Vikas Sharma from Vikas Sharma Global Infratech LLP shares views on L1 Bidding System

Vikas-sharma
The financial stress caused by underbidding not only compromises execution quality but also raises the risk of stalled or abandoned projects.

Vikas Sharma
CEO & Founder
Vikas Sharma Global Infratech LLP

Impact on Quality, Timelines, and Sustainability

The L1 system has long dominated infrastructure procurement in India. Its appeal lies in its simplicity and transparency, awarding projects to the lowest financial offer. While this may create short-term cost savings, it has increasingly come under scrutiny for its adverse effects on quality, delivery timelines, and long-term sustainability.

L1 bidding fosters intense price competition, leading contractors to underquote in order to secure projects. This often results in compromises on construction materials and skilled manpower, and a reluctance to adopt modern technologies. The outcome is infrastructure that deteriorates faster than expected, pushing up maintenance costs and eroding public trust.

Unrealistically low bids are also tied to aggressive schedules, which contractors struggle to meet once projects are awarded. Delays and cost overruns become frequent, undermining the intended efficiency of the system. Furthermore, environmental safeguards, durable designs, and energy-efficient practices are often sidelined, weakening the sustainability and resilience of public infrastructure.
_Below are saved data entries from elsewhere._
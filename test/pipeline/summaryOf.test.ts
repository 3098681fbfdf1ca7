// The summary's words and numbers on made-up evidence: nothing is claimed that the evidence does not carry.
import { describe, expect, it } from "vitest";
import type { BoundFile, FitFile, IntakeFile } from "../../src/pipeline/artifacts.js";
import type { CertificateFile, ProofFile } from "../../src/pipeline/certificate.js";
import { marginsOf, summaryOf } from "../../src/pipeline/summaryOf.js";
import type { Plant } from "../../src/plant/plant.js";
import type { CertificateSummary, Summary } from "../../src/report/artifacts.js";
import { summarySchema } from "../../src/report/summarySchema.js";
import type { RateChoice } from "../../src/tube/chooseRate.js";
import { ROVER } from "../plant/examples.js";
import { changed, plantOf } from "../plant/reading.js";

const PLANT = plantOf(ROVER);

const INTAKE: IntakeFile = {
  files: [{ path: "/fields/log.arrow", rows: 100, runs: 40 }],
  findings: [],
  sampleInterval: 0.05,
  jitter: 0,
  runs: { fit: 20, calibration: 12, test: 8 },
  coverage: [],
  unsupportedShare: 0,
};
const FIT: FitFile = {
  status: "improved",
  bestStep: 10,
  trainingRuns: 16,
  validationRuns: 4,
  history: [],
  window: 0.5,
  channels: [],
  curves: [],
  slopes: [],
};
const BOUND: BoundFile = {
  confidence: 0.9,
  calibrationRuns: 12,
  rank: 12,
  window: 1,
  bounds: { fitted: [0.01, 0.02, 0.03, 0.04], prior: [0.1, 0.2, 0.3, 0.4] },
  quantile: 1,
  scale: [0.01, 0.02, 0.03, 0.04],
  heldOut: [],
  calibrationScores: [1],
  testScores: [0.5],
  testShareCovered: 1,
};

const POINT = { rate: 1, radius: 0.1, margin: 0.02, authority: 0.3, room: 0.2 };
const CHOSEN: RateChoice = { status: "chosen", point: POINT, curve: [POINT] };
// radius 0.1; spreads of px, py, heading, speed, then planar, along, across
const SPREADS = [0.04, 0.04, 0.01, 4, 0.04, 0.05, 0.06];
const DIRECTIONS = [
  ...[0, 1, 2, 3].map((state) => ({ kind: "state" as const, state })),
  { kind: "planar" as const },
  { kind: "along" as const, headingError: 0.1 },
  { kind: "across" as const, headingError: 0.1 },
];
const TUBE = {
  rate: 1,
  claimedRate: 1.2,
  radius: 0.1,
  pushes: [0.02, 0.03, 0.03, 0.02],
  sigma: 0.1,
  authority: 0.3,
  authorityDensity: 6,
  spreads: DIRECTIONS.map((direction, i) => ({ direction, value: SPREADS[i]! })),
  headingError: 0.1,
};
const PROVED: ProofFile = {
  status: "proved",
  provedRate: 1.2,
  provedShare: 1,
  refutedShare: 0,
  openShare: 0,
  boxes: 21,
  leaves: 11,
  stoppedBy: [],
  refutedAt: null,
  claims: { rate: 1.2, pushes: [], spreads: [], authority: null },
};
const OPEN: ProofFile = {
  ...PROVED,
  status: "open",
  provedShare: 0.75,
  openShare: 0.25,
  boxes: 120_000,
  stoppedBy: ["authority", "rate"],
};
const REFUTED: ProofFile = { ...PROVED, status: "refuted", provedShare: 0.9, refutedShare: 0.1, refutedAt: [-0.5] };

type Evidence = NonNullable<CertificateFile["evidence"]>;
const EVIDENCE: Evidence = {
  worstRate: 1.21,
  worstState: [-1],
  choice: CHOSEN,
  tube: TUBE,
  counted: {
    points: 20_000,
    failures: 0,
    confidence: 0.999,
    failingShareUpper: 3.5e-4,
    firstFailure: null,
  } as Evidence["counted"],
  allowance: 0.01,
  proof: PROVED,
};

function summaryWith(
  evidence: Partial<Evidence> | null,
  { plant = PLANT, intake = INTAKE }: { plant?: Plant; intake?: IntakeFile } = {},
): { summary: Summary; learned: CertificateSummary } {
  const summary = summaryOf({
    plant,
    intake,
    fit: FIT,
    bound: BOUND,
    certificates: [
      { name: "learned", note: "round 2 of 2", evidence: evidence === null ? null : { ...EVIDENCE, ...evidence } },
      { name: "riccati", note: "no stabilising solution", evidence: null },
    ],
    engine: { name: "wasm", version: "1", rejected: [] },
    seed: 1,
    seconds: {},
  });
  const checked = summarySchema.safeParse(summary);
  expect(checked.success, String(checked.error)).toBe(true);
  return { summary, learned: summary.certificates.find(({ name }) => name === "learned")! };
}

const NO_NUMBER = { rate: null, margins: {}, authority: {}, tubeRadius: null, provedRate: null };

describe("summaryOf", () => {
  it("proved: margins by hand, plans in the envelope less margins and authority", () => {
    const { summary, learned } = summaryWith({});
    expect(learned).toMatchObject({ status: "holds", evidence: "proved", provedShare: 1, rate: 1 });
    // margin = radius sqrt(spread) half-range: 30 m, 180 deg, 0.9 m/s
    const expected = {
      px: 0.6,
      py: 0.6,
      heading: 1.8,
      speed: 0.18,
      planar: 0.6,
      along: 3 * 0.05 ** 0.5,
      across: 3 * 0.06 ** 0.5,
    };
    expect(Object.keys(learned.margins).sort()).toEqual(Object.keys(expected).sort());
    for (const [name, margin] of Object.entries(expected)) expect(learned.margins[name], name).toBeCloseTo(margin, 12);
    expect(learned.margins).toEqual(marginsOf(PLANT, TUBE));
    const { plans } = summary.envelope;
    expect(Object.keys(plans!.states)).toEqual(["speed"]);
    expect(plans!.states.speed![0]).toBeCloseTo(0.78, 12);
    expect(plans!.states.speed![1]).toBeCloseTo(2.22, 12);
    expect(plans!.inputs.drive![1]).toBeCloseTo(1.5 * 0.7, 12);
    expect(plans!.inputs.turn![0]).toBeCloseTo(-0.6 * 0.7, 12);
    expect(summary.verdict.holds).toBe(true);
    expect(summary.verdict.text).toMatch(/0\.6\d* m of the plan, any direction in the plane \(proved\)/);
  });

  it("no room left for plans: no box of plans", () => {
    const spreads = TUBE.spreads.map((spread) => ({ ...spread, value: 100 }));
    expect(summaryWith({ tube: { ...TUBE, spreads } }).summary.envelope.plans).toBeNull();
  });

  it("an open proof says what is open, and the evidence is the count", () => {
    const { summary, learned } = summaryWith({ proof: OPEN });
    expect(learned).toMatchObject({ status: "holds", evidence: "counted", provedShare: 0.75 });
    expect(learned.reason).toMatch(/25\.0 % of the envelope is still open after 120000 boxes.*'authority'/);
    expect(summary.verdict.text).toContain("(counted)");
    expect(summary.verdict.text).not.toContain("proved");
    expect(summaryWith({ proof: OPEN, counted: null }).learned.evidence).toBe("sampled");
  });

  it("a refuted proof gives no number, but the state", () => {
    const { summary, learned } = summaryWith({ proof: REFUTED });
    expect(learned).toMatchObject({ status: "fails", ...NO_NUMBER });
    // speed at scaled -0.5 of [0.6, 2.4]
    expect(learned.reason).toMatch(/a claim fails at speed 1\.05 m\/s/);
    expect(summary.verdict).toMatchObject({ holds: false });
    expect(summary.verdict.text).toContain("gives no margin");
    expect(summary.envelope.plans).toBeNull();
  });

  it("a failure in the count gives no number, proved or not", () => {
    for (const proof of [PROVED, OPEN]) {
      const { summary, learned } = summaryWith({ proof, counted: { ...EVIDENCE.counted!, failures: 1 } });
      expect(learned).toMatchObject({ status: "fails", ...NO_NUMBER });
      expect(learned.reason).toContain("at a random point of the count");
      expect(summary.verdict.holds).toBe(false);
    }
  });

  it("states without logs refuse the verdict, unless accepted", () => {
    const intake = { ...INTAKE, unsupportedShare: 0.125 };
    const refused = summaryWith({}, { intake }).summary;
    expect(refused.verdict.holds).toBe(false);
    expect(refused.verdict.text).toMatch(/no states in 12\.5 % of the envelope.*unsupported: accept/s);
    const plant = plantOf(changed(ROVER, ["unsupported: refuse", "unsupported: accept"]));
    const accepted = summaryWith({}, { intake, plant }).summary;
    expect(accepted.verdict.holds).toBe(true);
    expect(accepted.cautions.join(" ")).toContain("12.5 % of the envelope");
  });

  const least = { ...POINT, authority: 0.631, room: 0.77 };
  const asked = plantOf(changed(ROVER, ["rate: auto", "rate: 7"]));

  it("authority: the least share that it takes and the limit; at the asked rate where one is asked", () => {
    const choice: RateChoice = { status: "authorityExceeded", least, curve: [least] };
    const { learned, summary } = summaryWith({ tube: null, counted: null, proof: null, choice });
    expect(learned).toMatchObject({ status: "authorityExceeded", evidence: "sampled", ...NO_NUMBER });
    expect(learned.reason).toMatch(/at least 63\.1 %.*limit is 40\.0 %/);
    expect(summary.verdict.text).toContain("63.1 %");
    const { learned: at } = summaryWith({ tube: null, counted: null, proof: null, choice }, { plant: asked });
    expect(at.reason).toMatch(/at the asked rate of 7 1\/s.*63\.1 %.*40\.0 %/);
  });

  it("room: the share and the limit", () => {
    const choice: RateChoice = { status: "roomExceeded", least, curve: [least] };
    const { learned } = summaryWith({ tube: null, counted: null, proof: null, choice });
    expect(learned).toMatchObject({ status: "roomExceeded", ...NO_NUMBER });
    expect(learned.reason).toMatch(/77\.0 %.*limit is 50\.0 %/);
  });

  it("no rate: the worst one and where; the asked one where it is above", () => {
    const none = { tube: null, counted: null, proof: null };
    const failing = summaryWith({ ...none, worstRate: -0.3, choice: { status: "noRate", curve: [] } }).learned;
    expect(failing).toMatchObject({ status: "fails", worstRate: -0.3, ...NO_NUMBER });
    expect(failing.reason).toMatch(/-0\.300 1\/s at speed 0\.6 m\/s$/);
    const above = summaryWith({ ...none, choice: { status: "noRate", curve: [POINT] } }, { plant: asked }).learned;
    expect(above.reason).toMatch(/its rate is 1\.21 1\/s.*7 1\/s was asked for/);
    const unbounded = { ...none, worstRate: null };
    const fast = summaryWith({ ...unbounded, choice: { status: "noRate", curve: [POINT] } }, { plant: asked }).learned;
    expect(fast.reason).toMatch(/7 1\/s was asked for; no rate that fast/);
    expect(summaryWith({ ...unbounded, choice: { status: "noRate", curve: [] } }).learned.reason).toContain(
      "not positive definite at speed 0.6 m/s",
    );
  });

  it("no metric: absent with its note", () => {
    const { learned, summary } = summaryWith(null);
    expect(learned).toMatchObject({ status: "absent", reason: "round 2 of 2", worstRate: null, ...NO_NUMBER });
    expect(summary.verdict.holds).toBe(false);
  });

  it("bounds in the plant's units", () => {
    const { channels } = summaryWith({}).summary.disturbance;
    expect(channels.map(({ name, bound, boundPrior }) => [name, bound, boundPrior])).toEqual([
      ["slipAlong", 0.01, 0.1],
      ["slipAcross", 0.02, 0.2],
      ["turnDrift", 0.03, 0.3],
      ["speedPush", 0.04, 0.4],
    ]);
  });
});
Long-Term Risks and Hidden Costs

While the L1 system appears to generate savings at the bidding stage, hidden costs surface over time. Inferior quality construction demands frequent rehabilitation, creating a cycle of escalating maintenance costs. Financial stress from underbidding raises the risk of stalled or abandoned projects, while poor execution compromises structural safety. Unrealistic commitments also trigger disputes and litigation, further increasing costs. Ultimately, the financial burden shifts from procurement to operations and maintenance, reducing the efficiency of public spending.

Building a More Balanced Procurement Framework

Moving towards value-for-money requires reforms that go beyond the lowest price. The QCBS model can balance technical competence with financial considerations. Pre-qualification based on past performance, financial stability, and technical expertise ensures only viable bidders move to the financial stage. Clear evaluation guidelines, e-tendering, and independent audits can enhance transparency and fairness.

Policy reforms must also emphasize life-cycle costing, performance-based contracts, and balanced risk allocation through models like PPPs and Dispute Avoidance Boards. Stronger penalty–reward mechanisms can discourage poor performance while incentivizing innovation and timely delivery. Finally, building capacity among procurement officials is critical so that technical and financial evaluations are conducted holistically, reducing over-reliance on cost alone.